A voice came into her ear. “We’ve been unable to restore a connection from our end. Assess him for damage and report back.”

“Understood,” she whispered as she continued down the duct.

She reached the downward bend at the end of the duct, just over her partner’s head.

“Control, I have visual,” she whispered.

She peeked through the slats in the air register and made sure no one else was present before she dislodged it. She dropped it onto his lap, hoping to minimize any noise that might draw attention to the cell. It bounced of his legs and slid onto the floor with a sharp crash. She cringed as she watched the crowd of people attacking the makeshift barricade. The crash of the register had coincided with a prisoner launching his body against the mound of desks. She released a sigh and rolled over onto her back to navigate the downward bend in the duct.

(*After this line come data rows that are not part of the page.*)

def combine_results(results: list[tuple[str, FitResult]], budget=None) -> FitResult:
    """``fringe combine``: the joint result of stored fit results (see module docstring).

    ``results``: (file, result) pairs. A result of one run contributes its likelihood; a joint
    result contributes each of its runs. Refused with one line (ConfigError): a blinded
    result, one without a likelihood (older format, nonlinear theory), results of another
    theory, other conventions, another free set or other fixed values, and the same run file
    (by its SHA-256) twice. Each result's own budget is carried into the combination's
    (:mod:`fringe.fit.joint_budget`); ``budget`` declares terms on the combined coefficients.
    """
    if len(results) < 2:
        raise ConfigError("combine: expected at least two fit results")
    first_src, first = results[0]
    parts, sources, notes = [], [], []
    for src, r in results:
        if r.blinding is not None and r.blinding.blinded:
            raise ConfigError(f"{src}: blinding: the result is blinded; combine unblinded "
                              "results (fringe unblind each first): a combination of blinded "
                              "values could not be unblinded by any one key")
        if r.theory != first.theory:
            raise ConfigError(f"{src}: theory: expected {first.theory!r} (as {first_src}), "
                              f"got {r.theory!r}")
        if dict(r.conventions or {}) != dict(first.conventions or {}):
            diff = sorted(k for k in set(r.conventions or {}) | set(first.conventions or {})
                          if (r.conventions or {}).get(k) != (first.conventions or {}).get(k))
            raise ConfigError(f"{src}: conventions: expected those of {first_src}, which "
                              f"differ in {', '.join(diff)}")
        if dict(r.fixed) != dict(first.fixed):
            raise ConfigError(f"{src}: fixed: expected the same fixed coefficients as "
                              f"{first_src} ({dict(first.fixed) or 'none'}), got "
                              f"{dict(r.fixed) or 'none'}")
        if r.runs is not None:
            parts += [_parts_of_entry(e, src) for e in r.runs.runs]
            if r.systematics is not None:
                notes.append(f"the systematic budget of {src} (a joint result) is not carried "
                             "into this combination: combine its runs' own results instead")
        else:
            parts.append(run_part(r, src))
        sources.append(src)
    return combine_parts(parts, theory=first.theory, fixed=dict(first.fixed),
                         method="combination", route="marginal",
                         settings={"combined_from": [str(s) for s in sources]},
                         notes=tuple(notes), budget=budget)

Slithering like a snake out of a tree, she shimmied out of the duct head first, dragging her toes against the wall of the duct to control her descent, and placed her hands on his shoulders. His body became rigid at her touch. He sat up straight and supported her weight as her feet cleared the duct opening in the ceiling. She did the splits in the air to balance herself as she lowered her body down like a gymnast and straddled his lap.

“I’m in,” she whispered.

“Assess,” the voice commanded. “Is he damaged?”

She slid off his lap and crouched on the floor. Starting at his feet, she began to feel along his legs, thighs, and hips. He was unresponsive to her touch. She patted his waist and chest, but still found no signs of injury. She returned to her position on his lap, resuming her examination with his hands, and moving upward along his arms, shoulders, and back.

“The extremities are undamaged,” she whispered to the disembodied voice. “Torso also appears undamaged. I’m checking his head now.” She scooted her body closer and began a gentle probe of all the hills and valleys of his face and skull. There seemed to be no detectible damage to any part of his body. Her hands slid down the sides of his head, and shifted to the back of his neck when she paused.

“Control,” her hood muffled her urgent whisper. “I think I found the problem.”

“What is it?” the voice asked in a nervous tone.

“I think I detect damage to the collar.” An ominous shiver surged down her spine. It was serious. Security protocols forbade her from examining the collar in an unsecured location with potential witnesses. Getting a closer look at the collar would require the removal of the hood, an action prohibited to all agents unless under direct order. Her mind raced through the options in the seconds that ticked by. “Please, advise.”

She had a spare collar tucked away in one of the pouches in her uniform. She did not know if her controllers would take the risk of installing the replacement collar with civilians a few yards away. There was the possibility she would be ordered to terminate her partner to protect his identity. It was very expensive to produce an agent, however; they just might take the risk and attempt replacement.

“You have thirty seconds to replace the collar,” the voice pressed in a warning tone. “Do it quickly, or you’ll have to begin termination procedures.”